For step function we can make use of the command cut()
which automatically assigns samples to intervals given a specific number of cutpoints. We can check how this works by executing the following line of code.
table(cut(x, 2))
##
## (1.69,19.9] (19.9,38]
## 430 76
What we see is that cut(x, 2)
automatically created the intervals \((1.69, 19.9]\) and (19.9, 38] for us. The command table()
tells us that 430 samples of x
fall within the first interval and that 76 samples fall within the second interval.
So, we can use cut()
within lm()
to easily fit regression models with step functions. Below we consider 4 models with 2, 3, 4 and 5 cutpoints.
step2 = lm(y ~ cut(x, 2))
step3 = lm(y ~ cut(x, 3))
step4 = lm(y ~ cut(x, 4))
step5 = lm(y ~ cut(x, 5))
The analysis then is essentially the same as previously. The following code produces the 2 by 2 plot of the fitted lines of the four models.
pred2 = predict(step2, newdata = list(x = sort(x)), se = TRUE)
pred3 = predict(step3, newdata = list(x = sort(x)), se = TRUE)
pred4 = predict(step4, newdata = list(x = sort(x)), se = TRUE)
pred5 = predict(step5, newdata = list(x = sort(x)), se = TRUE)
se.bands2 = cbind(pred2$fit + 2*pred2$se.fit, pred2$fit-2*pred2$se.fit)
se.bands3 = cbind(pred3$fit + 2*pred3$se.fit, pred3$fit-2*pred3$se.fit)
se.bands4 = cbind(pred4$fit + 2*pred4$se.fit, pred4$fit-2*pred4$se.fit)
se.bands5 = cbind(pred5$fit + 2*pred5$se.fit, pred5$fit-2*pred5$se.fit)
par(mfrow = c(2,2))
plot(x, y, cex.lab = 1.1, col="darkgrey", xlab = x.lab, ylab = y.lab,
main = "2 cutoffs", bty = 'l')
lines(sort(x), pred2$fit, lwd = 2, col = "red")
matlines(sort(x), se.bands2, lwd = 1.4, col = "red", lty = 3)
plot(x, y, cex.lab = 1.1, col="darkgrey", xlab = x.lab, ylab = y.lab,
main = "3 cutoffs", bty = 'l')
lines(sort(x), pred3$fit, lwd = 2, col = "darkviolet")
matlines(sort(x), se.bands3, lwd = 1.4, col = "darkviolet", lty = 3)

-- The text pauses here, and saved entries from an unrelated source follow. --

import GeoJSONReader from 'jsts/org/locationtech/jts/io/GeoJSONReader.js';
import 'jsts/org/locationtech/jts/monkey.js';
import fc from 'fast-check';
import { describe, expect, it } from 'vitest';
import { placeMessage } from '../../src/editor/canvas/draw-issues';
import { clipLineToRing, joistSegments, outwardNormal } from '../../src/editor/geometry/lines';
import { formatArea, formatLength } from '../../src/editor/geometry/units';
import { rectPlan } from './fixtures';

// jsts (the JavaScript port of JTS) as an independent planar oracle for the clipped joist lines.
const reader = new GeoJSONReader();
const L: [number, number][] = [
  [0, 0],
  [6000, 0],
  [6000, 3000],
  [3500, 3000],
  [3500, 5000],
  [0, 5000],
];
const lengthInside = (ring: [number, number][], a: [number, number], b: [number, number]) =>
  reader
    .read({ type: 'Polygon', coordinates: [[...ring, ring[0]]] })
    .intersection(reader.read({ type: 'LineString', coordinates: [a, b] }))
    .getLength();

describe('joist lines drawn across the outline', () => {
  it('clips each line to the L-shaped outline exactly as jsts does', () => {
    fc.assert(
      fc.property(fc.double({ min: 0, max: 179, noNaN: true }), fc.double({ min: -6000, max: 6000, noNaN: true }), (deg, d) => {
        const a = (deg * Math.PI) / 180;
        const n: [number, number] = [-Math.sin(a), Math.cos(a)];
        // A line lying along a wall is left out on purpose (it would sit on the outline); jsts
        // counts it as inside, so such lines are not compared.
        const on = (p: [number, number]) => Math.abs(p[0] * n[0] + p[1] * n[1] - d) < 1e-6;
        fc.pre(!L.some((p, i) => on(p) && on(L[(i + 1) % L.length])));
        const ours = clipLineToRing(L, n, d).reduce((s, [p, q]) => s + Math.hypot(q[0] - p[0], q[1] - p[1]), 0);
        const dir = [n[1] * -1, n[0]];
        const far = 50_000;
        const base = [n[0] * d, n[1] * d];
        const theirs = lengthInside(L, [base[0] - dir[0] * far, base[1] - dir[1] * far], [base[0] + dir[0] * far, base[1] + dir[1] * far]);
        expect(ours).toBeCloseTo(theirs, 3);
      }),
      { numRuns: 200 },
    );
  });

  it('places joists every centres from the offset, across the whole outline', () => {
    const segs = joistSegments(L, { angleDeg: 0, centresMm: 600, offsetMm: 100 });
    const ys = [...new Set(segs.map(([p]) => Math.round(p[1])))].sort((a, b) => a - b);
    expect(ys).toEqual([100, 700, 1300, 1900, 2500, 3100, 3700, 4300, 4900]);
    // Below y = 3000 the L is 3500 wide, above it 6000 wide.
    expect(
      segs
        .find(([p]) => Math.round(p[1]) === 3700)!
        .map((p) => p[0])
        .sort((a, b) => a - b),
    ).toEqual([0, 3500]);
  });

  it('finds the outward normal whichever way the outline winds', () => {
    expect(outwardNormal(L, 0)).toEqual([0, -1]);
    const reversed = [...L].reverse();
    // Edge 0 of the reversed ring runs along the bottom wall (y = 5000): outward is +y.
    const [nx, ny] = outwardNormal(reversed, 0);
    expect([nx + 0, ny + 0]).toEqual([0, 1]);
  });
});

describe('display units', () => {
  it.each([
    [4200, 'metric', '4200'],
    [304.8, 'imperial', '1′ 0″'],
    [4200, 'imperial', '13′ 9 3/8″'], // 4200 mm = 165.354 in = 13 ft 9.354 in → 3/8
    [25.4 * 1.5, 'imperial', '0′ 1 1/2″'],
  ] as const)('%d mm in %s is %s', (mm, units, text) => {
    expect(formatLength(mm, units)).toBe(text);
  });

  it('shows areas in m² or ft² (1 m² = 10.7639 ft², NIST SP 811)', () => {
    expect(formatArea(25, 'metric')).toBe('25.00 m²');
    expect(formatArea(25, 'imperial')).toBe('269.1 ft²');
  });
});

describe('validation messages on the plan', () => {
  it('puts an edge message at the edge middle, a point message at the point, an exclusion message at its centre', () => {
    const plan = rectPlan();
    expect(placeMessage(plan, { code: 'x', message: 'm', edgeIndex: 1 }, 'error')?.at).toEqual([8400, 2600]);
    expect(placeMessage(plan, { code: 'x', message: 'm', pointIndex: 2 }, 'error')?.at).toEqual([8400, 5200]);
    expect(placeMessage(plan, { code: 'x', message: 'm', exclusionIndex: 0 }, 'warning')?.at).toEqual([1100, 950]);
    expect(placeMessage(plan, { code: 'x', message: 'm', exclusionIndex: 1 }, 'warning')?.at).toEqual([4200, 2600]);
    expect(placeMessage(plan, { code: 'x', message: 'no place' }, 'warning')).toBeNull();
  });
});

plot(x, y, cex.lab = 1.1, col="darkgrey", xlab = x.lab, ylab = y.lab,
main = "4 cutoffs", bty = 'l')
lines(sort(x), pred4$fit, lwd = 2, col = "blue")
matlines(sort(x), se.bands4, lwd = 1.4, col = "blue", lty = 3)
plot(x, y, cex.lab = 1.1, col="darkgrey", xlab = x.lab, ylab = y.lab,
main = "5 cutoffs", bty = 'l')
lines(sort(x), pred5$fit, lwd = 2, col = "black")
matlines(sort(x), se.bands5, lwd = 1.4, col = "black", lty = 3)
Note that we do not necessarily need to rely on the automatic selections of cutpoints used by cut()
. We can define the intervals if we want to. For instance, if we want cutpoints at 10, 20 and 30 we can do the following
range(x)
## [1] 1.73 37.97
breaks4 = c(min(x), 10, 20, 30, max(x))
table(cut(x, breaks = breaks4))
##
## (1.73,10] (10,20] (20,30] (30,38]
## 218 213 62 12
Then our model would be:
step.new4 = lm(y ~ cut(x, breaks = breaks4))
summary(step.new4)
##
## Call:
## lm(formula = y ~ cut(x, breaks = breaks4))
##
## Residuals:
## Min 1Q Median 3Q Max
## -17.4803 -4.6239 -0.4239 2.8968 20.6197
##
## Coefficients:
## Estimate Std. Error t value Pr(>|t|)
## (Intercept) 29.3803 0.4415 66.540 <2e-16 ***
## cut(x, breaks = breaks4)(10,20] -10.4563 0.6281 -16.648 <2e-16 ***
## cut(x, breaks = breaks4)(20,30] -16.6770 0.9383 -17.773 <2e-16 ***
## cut(x, breaks = breaks4)(30,38] -18.6886 1.9331 -9.668 <2e-16 ***
## ---
## Signif. codes: 0 '***' 0.001 '**' 0.01 '*' 0.05 '.' 0.1 ' ' 1
##
## Residual standard error: 6.519 on 501 degrees of freedom
## (1 observation deleted due to missingness)
## Multiple R-squared: 0.4925, Adjusted R-squared: 0.4895
## F-statistic: 162.1 on 3 and 501 DF, p-value: < 2.2e-16
The relationship between predictor indus
and medv
also looks interesting. Predictor indus
is the proportion of non-retail business acres per town. First plot the variables to see how the relationship between indus
and medv
looks like. Then analyse the data. Feel free to select between polynomials and step functions (of course you can experiment with both if you have time). If you use step functions you can also define the intervals manually. Use ANOVA to decide which model fits the data best. For the logistic analysis you may choose any threshold point that seems appropriate.